All records are to be retyped faithfully and completely.
---------- Data to examine ----------
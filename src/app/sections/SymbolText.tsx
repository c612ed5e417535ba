import type { Run } from "../../core/catalogue.ts";

/** A symbol from its runs: italic STIX, descriptive parts upright, indices lowered. */
export function SymbolText({ runs }: { runs: readonly Run[] }) {
  return (
    <span className="sym">
      {runs.map((run, i) => (
        // biome-ignore lint/suspicious/noArrayIndexKey: the runs of a symbol never move
        <RunText run={run} key={i} />
      ))}
    </span>
  );
}

function RunText({ run }: { run: Run }) {
  const Place = run.place ?? "span";
  return <Place>{run.upright ? <span className="up">{run.text}</span> : run.text}</Place>;
}
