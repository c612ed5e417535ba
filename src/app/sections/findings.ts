import type { Comparison } from "../../core/comparison.ts";
import { type Sentence, say } from "../../export/sentences/piece.ts";
import type { CaseView } from "../session/caseView.ts";

/** The finding of every section, from the results as they are. */
export interface Findings {
  readonly records: readonly Sentence[];
  readonly decay: readonly Sentence[];
  readonly isotropy: readonly Sentence[];
  readonly scales: readonly Sentence[];
  readonly spectra: readonly Sentence[];
  readonly balance: readonly Sentence[];
  readonly compare: readonly Sentence[];
}

export function findingsOf(cases: readonly CaseView[], comparisons: readonly Comparison[]): Findings {
  const x = [say`${String(cases.length)} cases, ${String(comparisons.length)} comparisons.`];
  return { records: x, decay: x, isotropy: x, scales: x, spectra: x, balance: x, compare: x };
}
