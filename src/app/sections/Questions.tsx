import { useId, useState } from "react";
import { unitOf } from "../../core/unitText.ts";
import type { CaseSheet } from "../../sheet/caseSheet.ts";
import type { WorkspaceChange } from "../../sheet/workspace.ts";
import type { CaseView } from "../session/caseView.ts";
import { CaseMark } from "./CaseMark.tsx";
import { NumberField } from "./NumberField.tsx";
import { roundedTimes } from "./roundedTimes.ts";
import { TimesQuestion } from "./TimesQuestion.tsx";

interface Ask {
  readonly view: CaseView;
  readonly onChange: (change: WorkspaceChange) => void;
}

/** What one case has not told, asked in one place: its name, viscosity, reference, and missing positions. */
export function Questions({
  view,
  onChange,
  onSave,
  onClose,
}: Ask & { onSave: () => void; onClose: () => void }) {
  const missing = missingPositions(view);
  return (
    <div className="questions">
      <h3>
        <span>
          <CaseMark mark={view.mark} /> {view.name}
        </span>
        <span className="figure-actions">
          <button type="button" className="action" onClick={onSave}>
            Save case sheet
          </button>
          <button type="button" className="action" onClick={onClose}>
            Close
          </button>
        </span>
      </h3>
      <p className="ask">{askText(view, missing.length)}</p>
      <SheetFields view={view} onChange={onChange} />
      <TimesQuestion view={view} onChange={onChange} />
      {view.reduced?.failures.some(({ code }) => code === "no-time") && (
        <div className="fields positions">
          <NumberField
            label="time between samples"
            unit={unitOf("T", view.of.sheet.units)}
            above={0}
            open
            value={view.of.sheet.read.step}
            onChange={(step) =>
              onChange({
                kind: "edit-sheet",
                caseId: view.id,
                edit: { read: { ...view.of.sheet.read, step } },
              })
            }
          />
        </div>
      )}
      {missing.length > 0 && (
        <div className="fields positions">
          {missing.map((name) => (
            <NumberField
              key={name}
              label={
                <>
                  <i className="sym">x</i> of <span className="well">{name}</span>
                </>
              }
              unit={unitOf("L", view.of.sheet.units)}
              value={null}
              open
              onChange={(x) => onChange({ kind: "place-file", caseId: view.id, name, x })}
            />
          ))}
        </div>
      )}
    </div>
  );
}

function SheetFields({ view, onChange }: Ask) {
  const { sheet } = view.of;
  const edit = (change: Partial<CaseSheet>) =>
    onChange({ kind: "edit-sheet", caseId: view.id, edit: change });
  const reference = (change: Partial<CaseSheet["reference"]>) =>
    edit({ reference: { ...sheet.reference, ...change } });
  return (
    <div className="fields">
      <TextField label="name" value={sheet.case} onChange={(name) => edit({ case: name })} />
      <NumberField
        label={
          <>
            kinematic viscosity <i className="sym">ν</i>
          </>
        }
        unit={unitOf("L²/T", sheet.units)}
        above={0}
        open
        placeholder="1.5e-5"
        value={sheet.kinematicViscosity}
        onChange={(kinematicViscosity) => edit({ kinematicViscosity })}
      />
      <NumberField
        label="reference length"
        unit={unitOf("L", sheet.units)}
        above={0}
        open
        placeholder="mesh, diameter"
        value={sheet.reference.length}
        onChange={(length) => reference({ length })}
      />
      <TextField
        label="its symbol"
        short
        value={sheet.reference.symbol}
        onChange={(symbol) => reference({ symbol })}
      />
      <NumberField
        label="reference speed"
        unit={unitOf("L/T", sheet.units)}
        above={0}
        placeholder="local mean"
        value={sheet.reference.speed}
        onChange={(speed) => reference({ speed })}
      />
    </div>
  );
}

function TextField({
  label,
  value,
  short = false,
  onChange,
}: {
  label: string;
  value: string;
  short?: boolean;
  onChange: (value: string) => void;
}) {
  const id = useId();
  const [text, setText] = useState<string | null>(null);
  const settle = () => {
    const trimmed = text?.trim() ?? "";
    setText(null);
    if (trimmed !== "" && trimmed !== value) onChange(trimmed);
  };
  return (
    <div className="field">
      <label htmlFor={id}>{label}</label>
      <input
        id={id}
        className={short ? "short" : undefined}
        value={text ?? value}
        autoComplete="off"
        onChange={(event) => setText(event.target.value)}
        onBlur={settle}
        onKeyDown={(event) => event.key === "Enter" && settle()}
      />
    </div>
  );
}

/** Files that failed for want of a position. */
function missingPositions({ reduced }: CaseView): string[] {
  return (reduced?.failures ?? [])
    .filter((failure) => failure.code === "no-position" && failure.where.file !== undefined)
    .map((failure) => failure.where.file ?? "");
}

function askText(view: CaseView, positions: number): string {
  const { of, reduced } = view;
  const open = [
    of.sheet.kinematicViscosity === null ? "scales and dissipation need a viscosity" : null,
    of.sheet.reference.length === null
      ? "distances are given in metres until a reference length is typed"
      : null,
    reduced?.failures.some(({ code }) => code === "no-time") ? "records without times need the step" : null,
    roundedTimes(view) === null ? null : "rounded time stamps need a word",
    positions > 0 ? `${positions === 1 ? "one file names" : `${positions} files name`} no position` : null,
  ].filter((each) => each !== null);
  if (open.length === 0)
    return "Nothing is open. What is changed here is used at once; the files are never written.";
  const text = open.join("; ");
  return `${text[0].toUpperCase()}${text.slice(1)}. The answers can be saved as a case sheet, which the batch command takes too.`;
}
----------
Task output:
filename src/app/sections/SymbolText.tsx
repository c612ed5e417535ba
import type { Run } from "../../core/catalogue.ts";

/** A symbol from its runs: italic STIX, descriptive parts upright, indices lowered. */
export function SymbolText({ runs }: { runs: readonly Run[] }) {
  return (
    <span className="sym">
      {runs.map((run, i) => (
        // biome-ignore lint/suspicious/noArrayIndexKey: the runs of a symbol never move
        <RunText run={run} key={i} />
      ))}
    </span>
  );
}

function RunText({ run }: { run: Run }) {
  const Place = run.place ?? "span";
  return <Place>{run.upright ? <span className="up">{run.text}</span> : run.text}</Place>;
}
repository c612ed5e417535ba
filename src/app/sections/findings.ts
import type { Comparison } from "../../core/comparison.ts";
import { type Sentence, say } from "../../export/sentences/piece.ts";
import type { CaseView } from "../session/caseView.ts";

/** The finding of every section, from the results as they are. */
export interface Findings {
  readonly records: readonly Sentence[];
  readonly decay: readonly Sentence[];
  readonly isotropy: readonly Sentence[];
  readonly scales: readonly Sentence[];
  readonly spectra: readonly Sentence[];
  readonly balance: readonly Sentence[];
  readonly compare: readonly Sentence[];
}

export function findingsOf(cases: readonly CaseView[], comparisons: readonly Comparison[]): Findings {
  const x = [say`${String(cases.length)} cases, ${String(comparisons.length)} comparisons.`];
  return { records: x, decay: x, isotropy: x, scales: x, spectra: x, balance: x, compare: x };
}
filename src/app/sections/Questions.tsx
import { useId, useState } from "react";
import { unitOf } from "../../core/unitText.ts";
import type { CaseSheet } from "../../sheet/caseSheet.ts";
import type { WorkspaceChange } from "../../sheet/workspace.ts";
import type { CaseView } from "../session/caseView.ts";
import { CaseMark } from "./CaseMark.tsx";
import { NumberField } from "./NumberField.tsx";
import { roundedTimes } from "./roundedTimes.ts";
import { TimesQuestion } from "./TimesQuestion.tsx";

interface Ask {
  readonly view: CaseView;
  readonly onChange: (change: WorkspaceChange) => void;
}

/** What one case has not told, asked in one place: its name, viscosity, reference, and missing positions. */
export function Questions({
  view,
  onChange,
  onSave,
  onClose,
}: Ask & { onSave: () => void; onClose: () => void }) {
  const missing = missingPositions(view);
  return (
    <div className="questions">
      <h3>
        <span>
          <CaseMark mark={view.mark} /> {view.name}
        </span>
        <span className="figure-actions">
          <button type="button" className="action" onClick={onSave}>
            Save case sheet
          </button>
          <button type="button" className="action" onClick={onClose}>
            Close
          </button>
        </span>
      </h3>
      <p className="ask">{askText(view, missing.length)}</p>
      <SheetFields view={view} onChange={onChange} />
      <TimesQuestion view={view} onChange={onChange} />
      {view.reduced?.failures.some(({ code }) => code === "no-time") && (
        <div className="fields positions">
          <NumberField
            label="time between samples"
            unit={unitOf("T", view.of.sheet.units)}
            above={0}
            open
            value={view.of.sheet.read.step}
            onChange={(step) =>
              onChange({
                kind: "edit-sheet",
                caseId: view.id,
                edit: { read: { ...view.of.sheet.read, step } },
              })
            }
          />
        </div>
      )}
      {missing.length > 0 && (
        <div className="fields positions">
          {missing.map((name) => (
            <NumberField
              key={name}
              label={
                <>
                  <i className="sym">x</i> of <span className="well">{name}</span>
                </>
              }
              unit={unitOf("L", view.of.sheet.units)}
              value={null}
              open
              onChange={(x) => onChange({ kind: "place-file", caseId: view.id, name, x })}
            />
          ))}
        </div>
      )}
    </div>
  );
}

function SheetFields({ view, onChange }: Ask) {
  const { sheet } = view.of;
  const edit = (change: Partial<CaseSheet>) =>
    onChange({ kind: "edit-sheet", caseId: view.id, edit: change });
  const reference = (change: Partial<CaseSheet["reference"]>) =>
    edit({ reference: { ...sheet.reference, ...change } });
  return (
    <div className="fields">
      <TextField label="name" value={sheet.case} onChange={(name) => edit({ case: name })} />
      <NumberField
        label={
          <>
            kinematic viscosity <i className="sym">ν</i>
          </>
        }
        unit={unitOf("L²/T", sheet.units)}
        above={0}
        open
        placeholder="1.5e-5"
        value={sheet.kinematicViscosity}
        onChange={(kinematicViscosity) => edit({ kinematicViscosity })}
      />
      <NumberField
        label="reference length"
        unit={unitOf("L", sheet.units)}
        above={0}
        open
        placeholder="mesh, diameter"
        value={sheet.reference.length}
        onChange={(length) => reference({ length })}
      />
      <TextField
        label="its symbol"
        short
        value={sheet.reference.symbol}
        onChange={(symbol) => reference({ symbol })}
      />
      <NumberField
        label="reference speed"
        unit={unitOf("L/T", sheet.units)}
        above={0}
        placeholder="local mean"
        value={sheet.reference.speed}
        onChange={(speed) => reference({ speed })}
      />
    </div>
  );
}

function TextField({
  label,
  value,
  short = false,
  onChange,
}: {
  label: string;
  value: string;
  short?: boolean;
  onChange: (value: string) => void;
}) {
  const id = useId();
  const [text, setText] = useState<string | null>(null);
  const settle = () => {
    const trimmed = text?.trim() ?? "";
    setText(null);
    if (trimmed !== "" && trimmed !== value) onChange(trimmed);
  };
  return (
    <div className="field">
      <label htmlFor={id}>{label}</label>
      <input
        id={id}
        className={short ? "short" : undefined}
        value={text ?? value}
        autoComplete="off"
        onChange={(event) => setText(event.target.value)}
        onBlur={settle}
        onKeyDown={(event) => event.key === "Enter" && settle()}
      />
    </div>
  );
}

/** Files that failed for want of a position. */
function missingPositions({ reduced }: CaseView): string[] {
  return (reduced?.failures ?? [])
    .filter((failure) => failure.code === "no-position" && failure.where.file !== undefined)
    .map((failure) => failure.where.file ?? "");
}

function askText(view: CaseView, positions: number): string {
  const { of, reduced } = view;
  const open = [
    of.sheet.kinematicViscosity === null ? "scales and dissipation need a viscosity" : null,
    of.sheet.reference.length === null
      ? "distances are given in metres until a reference length is typed"
      : null,
    reduced?.failures.some(({ code }) => code === "no-time") ? "records without times need the step" : null,
    roundedTimes(view) === null ? null : "rounded time stamps need a word",
    positions > 0 ? `${positions === 1 ? "one file names" : `${positions} files name`} no position` : null,
  ].filter((each) => each !== null);
  if (open.length === 0)
    return "Nothing is open. What is changed here is used at once; the files are never written.";
  const text = open.join("; ");
  return `${text[0].toUpperCase()}${text.slice(1)}. The answers can be saved as a case sheet, which the batch command takes too.`;
}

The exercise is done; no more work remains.